Exercise brief:
Filter this material down to the lines that hold "description", copying each one.

Input data:

***

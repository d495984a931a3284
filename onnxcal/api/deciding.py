"""The decision steps of calibrate, patch and verify: where the rows come from, choosing, baking, checking.

With ``--accept-error`` or ``--set-coverage`` the thresholds are chosen on
labelled rows the calibration map was not fitted on (docs/decisions.md,
"Data hygiene"):

* ``calibrate`` without ``--decision-data``: the held-out part of the
  validation set. The map baked in is then the one fitted on the other part
  (not the refit on all rows, which has seen the held-out rows), and the
  output says so; ``--holdout 0`` is refused.
* ``--decision-data SET`` (``calibrate`` and ``patch``): a labelled set of
  its own, run through the patched model; the map stays the final one.

The probabilities chosen on are the patched model's own (run with
onnxruntime), so the rows counted when choosing are the rows the graph
accepts. ``verify`` runs the decision outputs and checks them
(``decisions.gate``).
"""

from __future__ import annotations

import warnings
from dataclasses import replace
from pathlib import Path
from typing import Any

import numpy as np
import onnx

from .. import graph
from ..capture import CPU, ProgressFn, RunOptions, label_rows, run_model
from ..data import Dataset, DataSpec
from ..decisions import gate
from ..decisions.plan import HOLDOUT, SEPARATE, DecisionOptions, Decisions, Rows, check_decision_options, choose
from ..errors import OnnxcalError, OnnxcalWarning
from ..fit import FitOptions, FitSummary
from ..graph import Record
from ..graph.decide import add_decisions, probabilities_layout
from ..resample import split_holdout
from ..verify import Check, reference_probabilities, skipped, tolerance
from .common import load_data, run_options


def check_request(decisions: DecisionOptions, separate: bool, fit_options: FitOptions | None) -> None:
    """Before any work: the options in range, and rows to choose on.

    ``fit_options`` None: the command fits nothing (``patch``), so a
    separate set is the only source of rows.
    """
    check_decision_options(decisions)
    if not decisions.wanted or separate:
        return
    if fit_options is None:
        raise OnnxcalError(
            "--accept-error and --set-coverage choose thresholds on labelled rows, and patch has none",
            "give a labelled set the map was not fitted on with --decision-data, or use calibrate",
        )
    if fit_options.holdout == 0:
        raise OnnxcalError(
            "--accept-error and --set-coverage choose thresholds on rows the map was not fitted on, and with "
            "--holdout 0 every row is fitted on",
            "give --holdout (e.g. 0.25), or a separate labelled set with --decision-data",
        )


def check_targets(
    accept_error: float | None, accept_confidence: float | None, set_coverage: float | None
) -> DecisionOptions:
    """verify's targets, checked before any work (``accept_confidence`` None: the record's)."""
    targets = DecisionOptions(accept_error=accept_error, set_coverage=set_coverage)
    if accept_confidence is not None:
        targets = replace(targets, accept_confidence=accept_confidence)
    return check_decision_options(targets)


def baked_summary(summary: FitSummary, decisions: DecisionOptions, separate: bool) -> FitSummary:
    """The fit whose map is baked in: with thresholds from the held-out rows, the fit-part map."""
    if not decisions.wanted or separate or summary.holdout_result is None:
        return summary
    n_fit, n_held = summary.split.get("n_fit", 0), summary.split.get("n_holdout", 0)
    notes = [n for n in summary.notes if not n.startswith("the parameters baked in are refitted")]
    notes.append(
        f"the decision thresholds are chosen on the {n_held} held-out rows, so the map baked in is the one "
        f"fitted on the other {n_fit} rows (the headline figures are exactly its), not a refit on all rows, "
        "which would have seen the rows the thresholds come from"
    )
    return replace(summary, result=summary.holdout_result, notes=tuple(notes))


def _labels(labels: np.ndarray, p: np.ndarray, record: Record, source: str) -> np.ndarray:
    rows = p.reshape(len(p), -1)
    return label_rows(labels, rows.shape, "sigmoid" if record.activation == "sigmoid" else "softmax", source)


def model_probabilities(
    patched: onnx.ModelProto, record: Record, dataset: Dataset, run: RunOptions, progress: ProgressFn | None
) -> np.ndarray:
    """The patched model's own calibrated output on every row of ``dataset``."""
    probabilities_layout(patched, record)  # refuse an output the decisions cannot read, first
    (p,) = run_model(patched, dataset, [record.output], options=run, progress=progress,
                     description="running patched model (decision thresholds)")
    return p


def on_holdout(
    p: np.ndarray, labels: np.ndarray, options: FitOptions, decisions: DecisionOptions
) -> Decisions:
    """Choose on the held-out rows of the fit's split (the same split ``fit.summarize`` made)."""
    fit_rows, held = split_holdout(labels, options.holdout, options.seed)
    where = Rows(
        HOLDOUT, len(held),
        f"{len(held)} held-out rows ({options.holdout:g} of the set, stratified, seed {options.seed}); "
        f"the map baked in was fitted on the other {len(fit_rows)}",
        {"fraction": options.holdout, "seed": options.seed, "n_fit": len(fit_rows)},
    )
    return choose(p, labels, held, decisions, where, other_rows=fit_rows)


def on_separate(
    patched: onnx.ModelProto, record: Record, dataset: Dataset, run: RunOptions, progress: ProgressFn | None,
    decisions: DecisionOptions,
) -> Decisions:
    """Choose on every row of a separate labelled set, run through the patched model."""
    if dataset.labels is None:
        raise OnnxcalError(f"--decision-data '{dataset.source}' has no labels", "add a 'labels' array")
    p = model_probabilities(patched, record, dataset, run, progress)
    labels = _labels(dataset.labels, p, record, dataset.source)
    where = Rows(SEPARATE, len(p), f"the {len(p)} rows of '{dataset.source}' (a separate labelled set)",
                 {"data": Path(dataset.source).name, "data_id": dataset.data_id})
    return choose(p, labels, np.arange(len(p)), decisions, where)


def bake(patched: onnx.ModelProto, record: Record, chosen: Decisions) -> onnx.ModelProto:
    """The patched model with the decision outputs the thresholds call for."""
    return add_decisions(patched, output=record.output, accept_threshold=chosen.accept_threshold,
                         sets=chosen.sets, section=chosen.section())


def _in_graph(model: onnx.ModelProto, section: dict[str, Any]) -> dict[str, np.ndarray | None]:
    inits = {i.name: i for i in model.graph.initializer}
    names = section.get("initializers", {})
    return {role: graph.tensor_array(inits[name]) if name in inits else None
            for role, name in names.items() if name}


def exact_checks(
    patched: onnx.ModelProto, record: Record, dataset: Dataset, run: RunOptions, progress: ProgressFn | None,
    reference: np.ndarray | None, keep: np.ndarray | None,
) -> tuple[list[Check], np.ndarray, dict[str, np.ndarray]]:
    """``decision-record``, ``decision-outputs`` and (with ``reference``) ``decision-reference``.

    Returns the checks, the model's probabilities and its decision outputs (rows in ``keep``).
    """
    section = record.decisions
    names = [record.output, *section.get("outputs", [])]
    values = run_model(patched, dataset, names, options=run, progress=progress,
                       description="running patched model (decision outputs)")
    if keep is not None:
        values = [v[keep] for v in values]
    p, got = values[0], dict(zip(names[1:], values[1:], strict=True))
    checks = [gate.record_check(section, _in_graph(patched, section)), gate.outputs_check(got, p, section)]
    if reference is not None:
        tol = tolerance(section.get("compute_dtype", "float32"))
        checks.append(gate.reference_check(got, reference, section, tol))
    return checks, p, got


def gates(
    record: Record, p: np.ndarray, got: dict[str, np.ndarray], labels: np.ndarray | None, source: str,
    targets: DecisionOptions, level: float | None,
) -> list[Check]:
    """``accept-error`` and ``set-coverage`` on labelled rows, against ``targets`` or the record's.

    ``level``: that of the intervals (``--accept-confidence``); by default the record's 1 - delta.
    """
    section = record.decisions
    options = section.get("options", {})
    level = gate.gate_level(section, level)
    checks: list[Check] = []
    if "accept" in got:
        error = targets.accept_error if targets.accept_error is not None else options.get("accept_error")
        if labels is None:
            checks.append(skipped("accept-error", f"'{source}' has no labels"))
        else:
            checks.append(gate.error_gate(got, p, labels, section.get("kind", "multiclass"), float(error), level))
    sets = gate.set_threshold(section)
    if sets is not None:
        coverage = targets.set_coverage if targets.set_coverage is not None else sets.coverage
        if labels is None:
            checks.append(skipped("set-coverage", f"'{source}' has no labels"))
        else:
            checks.append(gate.coverage_gate(got, labels, sets, float(coverage), level))
    return checks


def verify_checks(
    patched: onnx.ModelProto, records: tuple[Record, ...], dataset: Dataset, run: RunOptions,
    progress: ProgressFn | None, reference: np.ndarray | None, keep: np.ndarray | None, targets: DecisionOptions,
    level: float | None, labels: np.ndarray | None,
) -> list[Check]:
    """Every decision check of ``verify``.

    ``reference``: the last head's float64 reference probabilities (rows in
    ``keep``); ``labels``: the data's, for every row (``keep`` is applied here).
    """
    with_decisions = [r for r in records if r.decisions]
    if targets.wanted and not with_decisions:
        raise OnnxcalError(
            "--accept-error and --set-coverage hold the model's decision outputs to targets, and it has none",
            "add them with calibrate or patch (--accept-error, --set-coverage)",
        )
    checks: list[Check] = []
    for record in with_decisions:
        ref = reference if record is records[-1] else None
        head, p, got = exact_checks(patched, record, dataset, run, progress, ref, keep)
        y = None
        if labels is not None:
            n = len(keep) if keep is not None else len(p)
            y = label_rows(labels, (n, p.reshape(len(p), -1).shape[1]),
                           "sigmoid" if record.activation == "sigmoid" else "softmax", dataset.source)
            y = y[keep] if keep is not None else y
        named = head + gates(record, p, got, y, dataset.source, targets, level)
        checks += [replace(c, name=f"{c.name} ({record.source_output})") for c in named] if len(records) > 1 else named
    return checks


def warn_unmet(chosen: Decisions) -> None:
    """Warn when no acceptance threshold meets the target (the model then accepts nothing)."""
    if chosen.unmet:
        labels = f" for labels {list(chosen.unmet)}" if chosen.kind == "multilabel" else ""
        warnings.warn(OnnxcalWarning(
            f"no acceptance threshold meets an error of at most {chosen.options.accept_error:g} with confidence "
            f"{chosen.options.accept_confidence:g} on {chosen.rows.description}: the model's 'accept' output "
            f"accepts nothing{labels}"
        ), stacklevel=3)


def decision_spec(decisions: DecisionOptions, decision_data: Any, like: DataSpec | None) -> DataSpec | None:
    """The separate labelled set to choose on (with ``like``'s options, for calibrate), or None."""
    if not decisions.wanted or decision_data is None:
        return None
    if isinstance(decision_data, DataSpec):
        return decision_data
    return replace(like, path=decision_data) if like is not None else DataSpec(path=decision_data)


def for_patch(patched: onnx.ModelProto, output: str | None, spec: DataSpec, decisions: DecisionOptions
              ) -> tuple[onnx.ModelProto, Decisions]:
    """``patch``: choose on the separate labelled set and add the decision outputs."""
    record = _record(patched, output)
    dataset = load_data(patched, spec)
    chosen = on_separate(patched, record, dataset, run_options(None, 0, "all", CPU), None,
                         decisions)
    warn_unmet(chosen)
    return bake(patched, record, chosen), chosen


def for_calibrate(
    patched: onnx.ModelProto, record: Record, labels: np.ndarray, keep: np.ndarray, dataset: Dataset,
    separate: DataSpec | None, options: FitOptions, decisions: DecisionOptions, run: RunOptions,
    progress: ProgressFn | None,
) -> tuple[onnx.ModelProto, Record, Decisions]:
    """``calibrate``: choose on the held-out rows (``labels``: the kept rows'), or on every row of
    ``separate``; add the outputs. Returns the model, its record and the thresholds."""
    if separate is None:
        p = model_probabilities(patched, record, dataset, run, progress)
        chosen = on_holdout(p[keep], labels, options, decisions)
    else:
        other = load_data(patched, separate, batch_size=run.batch_size)
        chosen = on_separate(patched, record, other, run, progress, decisions)
    warn_unmet(chosen)
    patched = bake(patched, record, chosen)
    return patched, _record(patched, record.output), chosen


def _record(model: onnx.ModelProto, output: str | None) -> Record:
    """The record of ``output`` in a model onnxcal has just patched (so there is one)."""
    record = graph.read_record(model, output)
    if record is None:  # not reached: the patch wrote it
        raise OnnxcalError(f"no calibration record for output '{output}' after patching")
    return record


def for_verify(
    patched: onnx.ModelProto, records: tuple[Record, ...], dataset: Dataset, cap_labels: np.ndarray | None,
    ref_logits: np.ndarray | None, keep: np.ndarray | None, targets: DecisionOptions, level: float | None,
    run: RunOptions, progress: ProgressFn | None, path: Any,
) -> list[Check]:
    """``verify``'s decision checks (none for a model without decision outputs and without targets).

    ``ref_logits``: the last head's reference logits, every row (``keep`` is applied here).
    """
    if not records:
        if targets.wanted:
            raise OnnxcalError(f"'{path}' has no calibration record, so no decision outputs to hold to targets",
                               "add them with calibrate or patch (--accept-error, --set-coverage)")
        return []
    if not targets.wanted and not any(r.decisions for r in records):
        return []
    record = records[-1]
    reference = None
    if ref_logits is not None:
        logits = ref_logits if keep is None else ref_logits[keep]
        reference = reference_probabilities(logits, record.scaling, record.activation)
    labels = dataset.labels if dataset.labels is not None else cap_labels
    return verify_checks(patched, records, dataset, run, progress, reference, keep, targets, level, labels)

***

Reply:
                     description="running patched model (decision thresholds)")
                       description="running patched model (decision outputs)")
            f"{chosen.options.accept_confidence:g} on {chosen.rows.description}: the model's 'accept' output "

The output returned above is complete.